In two-dimensional gel electrophoresis, samples are separated by two separate properties on gels, one dimension at a time. First, samples are loaded and arranged according to their isoelectric points on localized pH gradient strips. The proteins in the strip are then denatured and are placed on top of a typical polyacrylamide gel where they are secured in place with fresh gel solution. Then, second dimension separation is performed by SDS-PAGE.
While isoelectric focusing isn’t the only option for 2-D gel electrophoresis, it is the most common. Two-dimensional gel electrophoresis is an invaluable tool that provides insights into protein complexes and sub-organelle organization.

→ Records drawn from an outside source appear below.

"""The registry of model families (monitor/families.py): immutable objects that serve many fits at once.

Checks against outside sources: the variance functions (McCullagh & Nelder 1989, table 2.1;
NB2 as Hilbe 2011), simulated responses against scipy.stats moments, and every family's words.
"""

import dataclasses
import math
from concurrent.futures import ThreadPoolExecutor

import numpy as np
import pytest

from monitor import columns as C
from monitor.families import NAMES, describe, families_for, family
from monitor.power import Design, Scenario, VarianceComponents, simulate_dataset
from monitor.trend import TrendModel
from monitor.trend.families import density


def test_the_names_the_measure_registry_refers_to():
    assert NAMES == ("poisson", "poisson-lognormal", "negbin", "binomial", "logit-normal", "lognormal")
    assert families_for(C.MEASURE_COUNT) == ("poisson", "poisson-lognormal", "negbin")
    assert families_for(C.MEASURE_COVER) == ("logit-normal",)
    assert families_for(C.MEASURE_PIN_HITS) == ("binomial",)


@pytest.mark.parametrize("name", NAMES)
def test_a_family_object_is_immutable_and_holds_no_data(name):
    fam = family(name)
    assert family(fam) is fam
    with pytest.raises(dataclasses.FrozenInstanceError):
        fam.dispersion_name = "changed"   # type: ignore[misc]
    assert not any(isinstance(v, np.ndarray) for v in vars(fam).values())
    assert describe(name) == fam.description and fam.description
    assert (fam.dispersion_name is None) == (fam.dispersion_field is None)


def test_variance_functions():
    # McCullagh & Nelder (1989) table 2.1: Poisson mu, binomial n p (1 - p), normal sigma^2;
    # NB2 mu + mu^2 / theta (Hilbe 2011)
    mu = np.array([0.5, 2.0, 10.0])
    assert family("poisson").variance(mu) == pytest.approx(mu)
    assert family("negbin").variance(mu, 2.0) == pytest.approx(mu + mu ** 2 / 2)
    assert family("binomial").variance(np.array([0.2]), trials=10) == pytest.approx([1.6])
    assert family("lognormal").variance(mu, 0.3) == pytest.approx([0.09] * 3)
    assert family("negbin").link.inverse(family("negbin").link(mu)) == pytest.approx(mu)
    assert family("binomial").link.inverse(family("binomial").link(np.array([0.1, 0.7]))) == pytest.approx([0.1, 0.7])


@pytest.mark.parametrize("name,kw,mean,var", [
    # scipy.stats: nbinom(n=theta, p=theta/(theta+mu)) has mean mu, variance mu + mu^2/theta;
    # lognorm(s=sigma, scale=exp(eta)) has mean exp(eta + sigma^2/2)
    ("negbin", {"dispersion": 2.0}, 4.0, 4.0 + 16.0 / 2.0),
    ("poisson", {}, 4.0, 4.0),
    ("lognormal", {"dispersion": 0.3}, 4.0 * math.exp(0.045), None),
])
def test_simulated_responses_have_the_family_moments(name, kw, mean, var):
    from scipy import stats

    if name == "negbin":
        ref = stats.nbinom(2.0, 2.0 / 6.0)
        assert (ref.mean(), ref.var()) == pytest.approx((mean, var))
    if name == "lognormal":
        assert stats.lognorm(0.3, scale=4.0).mean() == pytest.approx(mean)
    rng = np.random.default_rng(1)
    y = family(name).simulate(np.full(200_000, math.log(4.0)), rng, **kw)
    assert y.mean() == pytest.approx(mean, rel=0.01)
    if var is not None:
        assert y.var() == pytest.approx(var, rel=0.03)


def _negbin_data(theta: float, seed: int):
    """Invented counts for the fits below: NB2 with the given size (a simulation test)."""
    comps = VarianceComponents.from_mean("negbin", 6.0, station_sd=0.4, theta=theta)
    return simulate_dataset(comps, Design(n_stations=24, n_years=6), Scenario(-0.05), np.random.default_rng(seed))


def _fit(data):
    r = TrendModel(data, "count", family="negbin", year_random="none", site_effect=False).fit(
        profile=False, indices=False, fast=False)
    return r.slope, r.slope_se, r.dispersion, r.loglik


def test_one_family_object_serves_two_fits_at_once():
    # two negative binomial data sets with very different dispersions (NB2 size 1.5 and 40),
    # fitted at the same time in two threads, give exactly what each gives alone
    a, b = _negbin_data(1.5, 11), _negbin_data(40.0, 12)
    alone = [_fit(a), _fit(b)]
    assert alone[0][2] < 5 < alone[1][2]     # the fits' dispersions really differ
    with ThreadPoolExecutor(max_workers=2) as pool:
        together = list(pool.map(_fit, [a, b, a, b]))
    assert together == alone + alone
    # and the registry's object was not written to
    assert not hasattr(family("negbin"), "dispersion")


def test_densities_of_one_family_keep_their_own_dispersion_when_interleaved():
    fam = family("negbin")
    y1, y2 = np.array([0.0, 3.0, 7.0]), np.array([1.0, 1.0, 12.0])
    d1, d2 = density(fam, y1), density(fam, y2)
    eta = np.log(np.array([2.0, 3.0, 6.0]))
    d1.dispersion = 1.5
    first = d1.loglik(eta).copy()
    d2.dispersion = 40.0
    d2.loglik(eta)
    assert d1.loglik(eta) == pytest.approx(first, rel=0, abs=0)
    from scipy import stats   # scipy.stats.nbinom: NB2 size 1.5, mean mu

    mu = np.exp(eta)
    assert first == pytest.approx(stats.nbinom.logpmf(y1, 1.5, 1.5 / (1.5 + mu)), rel=1e-12)
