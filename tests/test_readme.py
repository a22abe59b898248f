"""README promises: two set-up commands, and CI runs exactly the README's test command."""

from __future__ import annotations

import re

from tests.conftest import REPO_ROOT


def _commands() -> list[str]:
    readme = (REPO_ROOT / "README.md").read_text()
    section = readme.split("## Set up on a fresh machine", 1)[1].split("\n## ", 1)[0]
    return re.findall(r"```\n(.+?)\n```", section, flags=re.S)


def test_readme_has_exactly_two_setup_commands():
    commands = _commands()
    assert len(commands) == 2
    assert "monitor demo" in commands[0]
    assert "pytest" in commands[1]


def test_ci_runs_exactly_the_readme_test_command():
    ci_lines = (REPO_ROOT / ".ci" / "run").read_text().splitlines()
    assert _commands()[1] in ci_lines


def test_readme_carries_the_fieldwork_caution():
    readme = (REPO_ROOT / "README.md").read_text().lower()
    for word in ("lone", "water", "tick", "weather", "fragile", "permission", "risk assessment"):
        assert word in readme
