def _coverage(coverage_df: pd.DataFrame | None, flags_df: pd.DataFrame | None, summary: Sequence[SummaryRow],
              site_names: Mapping[str, str]) -> Coverage | None:
    """Data coverage: stations due and visited by site, seasons behind each trend, open quality flags."""
    if coverage_df is None and flags_df is None:
        return None
    site_rows: list[CoverageRow] = []
    total = None
    if coverage_df is not None and len(coverage_df):
        _require(coverage_df, [C.SITE, "due", "visited", "missed", "inaccessible"], "coverage")

        def cov_row(site, due, visited, missed, inaccessible):
            return CoverageRow(str(site), int(due), int(visited), int(missed), int(inaccessible),
                               visited_text(visited, due), site_names.get(str(site), ""))

        for r in coverage_df.to_dict("records"):
            site_rows.append(cov_row(r[C.SITE], r["due"], r["visited"], r["missed"], r["inaccessible"]))
        total = cov_row("All sites", *(int(coverage_df[c].sum()) for c in ("due", "visited", "missed", "inaccessible")))
    seasons = tuple(SeasonsRow(r.species, r.species_name, r.measure_label, r.n_years, r.first_year, r.last_year)
                    for r in summary)
    flags: list[QualityFlag] = []
    if flags_df is not None and len(flags_df):
        _require(flags_df, ["message"], "quality_flags")
        for r in flags_df.to_dict("records"):
            if "status" in r and str(r["status"]).lower() != "open":
                continue

            def text(v):
                return "" if v is None or (isinstance(v, float) and math.isnan(v)) else str(v)

            flags.append(QualityFlag(text(r.get(C.STATION)), season_label(r.get(C.YEAR)),
                                     text(r.get(C.SPECIES)), plain_measures(text(r["message"]))))
    return Coverage(tuple(site_rows), total, seasons, tuple(flags))


def _comparison(summary: Sequence[SummaryRow], previous: Mapping | None, corrections: Mapping[str, int] | None,
                names: Mapping[str, str]) -> tuple[tuple | None, str]:
    """The comparison of this season's calls with last season's report, and the line above it."""
    if previous is None:
        return None, ""
    comparison = tuple(compare_with_previous([r.to_dict() for r in summary], previous,
                                             corrections=corrections, names=names))
    return comparison, comparison_note(previous.get("season", "last year"), sum(c.changed for c in comparison))
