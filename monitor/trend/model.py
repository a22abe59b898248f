r"""Trend models for permanent-quadrat monitoring: TrendModel -> TrendResult.

Models (i = a visit of station j in site s in year y; t = y - c, c the mid-point of the
first and last year with data)::

    count, "poisson"            log E[y_i] = b0 + b1 t + u_j + v_s + w_y
    count, "poisson-lognormal"  log E[y_i | e_i] = b0 + b1 t + u_j + v_s + w_y + e_i,  e_i ~ N(0, sd_obs^2)
    count, "negbin"             y_i ~ NB2(mu_i, theta), log mu_i = b0 + b1 t + u_j + v_s + w_y
    frequency / pin_hits / presence, "binomial"
                                k_i ~ Bin(n_i, p_i), logit p_i = b0 + b1 t + u_j + v_s + w_y (+ e_i)
    cover, "logit-normal"       z_i = logit(p_i) = b0 + b1 t + u_j + v_s + w_y + e_i,
                                p_i = cover_i / 100, e_i ~ N(0, sigma^2)   (linear mixed model, ML or REML)
    positive values, "lognormal"
                                log(y_i) = b0 + b1 t + u_j + v_s + w_y + e_i, e_i ~ N(0, sigma^2)
                                (linear mixed model on log y, ML or REML; exp(b1) - 1 is the annual
                                change of the geometric mean)

with u_j ~ N(0, sd_station^2), v_s ~ N(0, sd_site^2) (site optional) and w_y the year
effect: the fluctuation of a year shared by every station (weather), N(0, sd_year^2)
independently ("iid") or a stationary order-1 autoregression over calendar years ("ar1").
Optionally a site-by-year effect (sites fluctuate apart), an observer intercept crossed
with station, a random year slope by site (lme4's (t || site)), extra fixed covariates;
year as a factor (yearly estimates) instead of b1 t.

Each family is an object of the registry monitor.families (link, response, dispersion,
wording); a fit builds its own density object from it (monitor.trend.families), so the
registry's objects never hold a fit's data or fitted dispersion.

The year effect (Piepho & Ogutu 2002; Urquhart, Paulsen & Larsen 1998).  Station-years of
one year are not independent: the information about a trend comes from the number of
years.  Rule: the year effect is in the model by default when the series has at least
YEAR_EFFECT_MIN_YEARS (monitor/settings.py) years with data, the fewest with which a call is made at all
(a year SD from fewer years is barely estimable; shorter series are called "unclear"
anyway).  With a year effect the slope's interval, its profile interval and the call use
a t reference with the between-year (containment) df of the engine
(monitor.trend.glmm.coefficient_df: n_years - 2 for a straight-line trend) and the ML standard
error scaled to its REML equivalent, sqrt((n_years - 1 + k) / df) (see _ml_year_scale);
without it a normal reference.  The result says which (``df_method``, ``interval_label``).

Observation-level effect for k-of-n data (frequency, pin hits): binomial with a normal
observation effect, as glmer with (1 | obs) (Harrison 2015).  By default it is added when
the plain binomial fit shows overdispersion (Pearson chi2 / df above
OVERDISPERSION_RATIO with a chi-squared test p < OVERDISPERSION_P); presence (n = 1)
cannot carry one.

Cover transform: the plain logit z = log(p / (1 - p)) (the log odds of cover) when every
value lies strictly between 0 and 100 %; only when some are 0 or 100 % the adjusted logit
z = log((p + e) / (1 - p + e)) with e the smallest non-zero value of p and 1 - p
(Warton & Hui 2011); ``cover_adjust`` (percent) fixes e.  The result states the transform.

The trend: annual change exp(b1) - 1 [fraction per year]; for k-of-n data and cover that
is the change in the odds, and it is labelled so (``change_scale``).  The same trend on
the measure's own scale: ``trend_line`` (mean count per m^2 or per quadrat, % cover,
% of cells, pins or stations) and ``level_change`` (first year against last year of the
fitted line, difference and ratio with delta-method intervals).  Yearly estimates come
from the year-as-factor model on the same scale (``yearly``), so points and line share
one baseline; ``indices`` are the same yearly estimates relative to the base year, and
``fitted_trend`` the line relative to that same base.

Natural scale: the mean over stations and visits (population-averaged), i.e. the inverse
link averaged over the normal station, site and observation (and cover residual) effects:
count exp(eta + s^2/2); k of n E[expit(eta + s Z)] (Gauss-Hermite, 40 nodes); cover
100 (E[(1 + 2e) expit(z + s Z)] - e); a positive value (lognormal) exp(eta + s^2/2) with the
residual variance in s^2.  The year, site-by-year, observer and site-slope
effects are left out: the line is the trend in a typical year, and a point is one year.

Fitting: maximum likelihood by the Laplace approximation (or adaptive Gauss-Hermite
quadrature) with our own engine, monitor.trend.glmm.

References
----------
Bates, D., Maechler, M., Bolker, B. & Walker, S. (2015) J. Stat. Softw. 67(1), 1-48.
Bolker, B. M. et al. (2009) Generalized linear mixed models: a practical guide for
  ecology and evolution. Trends Ecol. Evol. 24(3), 127-135.
Dixon, P. M. & Pechmann, J. H. K. (2005) Ecology 86(7), 1751-1756.
Harrison, X. A. (2015) A comparison of observation-level random effect and beta-binomial
  models for modelling overdispersion in binomial data in ecology and evolution.
  PeerJ 3:e1114.
Piepho, H.-P. & Ogutu, J. O. (2002) A simple mixed model for trend analysis in wildlife
  populations. JABES 7(3), 350-360.
Urquhart, N. S., Paulsen, S. G. & Larsen, D. P. (1998) Monitoring for policy-relevant
  regional trends over time. Ecol. Appl. 8(2), 246-257.
Venzon, D. J. & Moolgavkar, S. H. (1988) A method for computing profile-likelihood-based
  confidence intervals. Applied Statistics 37(1), 87-94.
Warton, D. I. & Hui, F. K. C. (2011) The arcsine is asinine: the analysis of proportions
  in ecology. Ecology 92(1), 3-10.
"""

After running the gel, a very common next step is to transfer the proteins from the gel onto a membrane made of PVDF or nylon for analysis. You can then use specific antibodies to probe the membrane and look for proteins of interest. Shown here are typical immunoblot results where the researcher used 3 different signal amplification techniques to determine which best shows the presence of the Pit-1 protein throughout a number of serial dilutions.
You’ve just watched JoVE’s video on protein separation using SDS-PAGE. You should now understand the steps involved in resolving a protein by size using this powerful technique. As always, thanks for watching!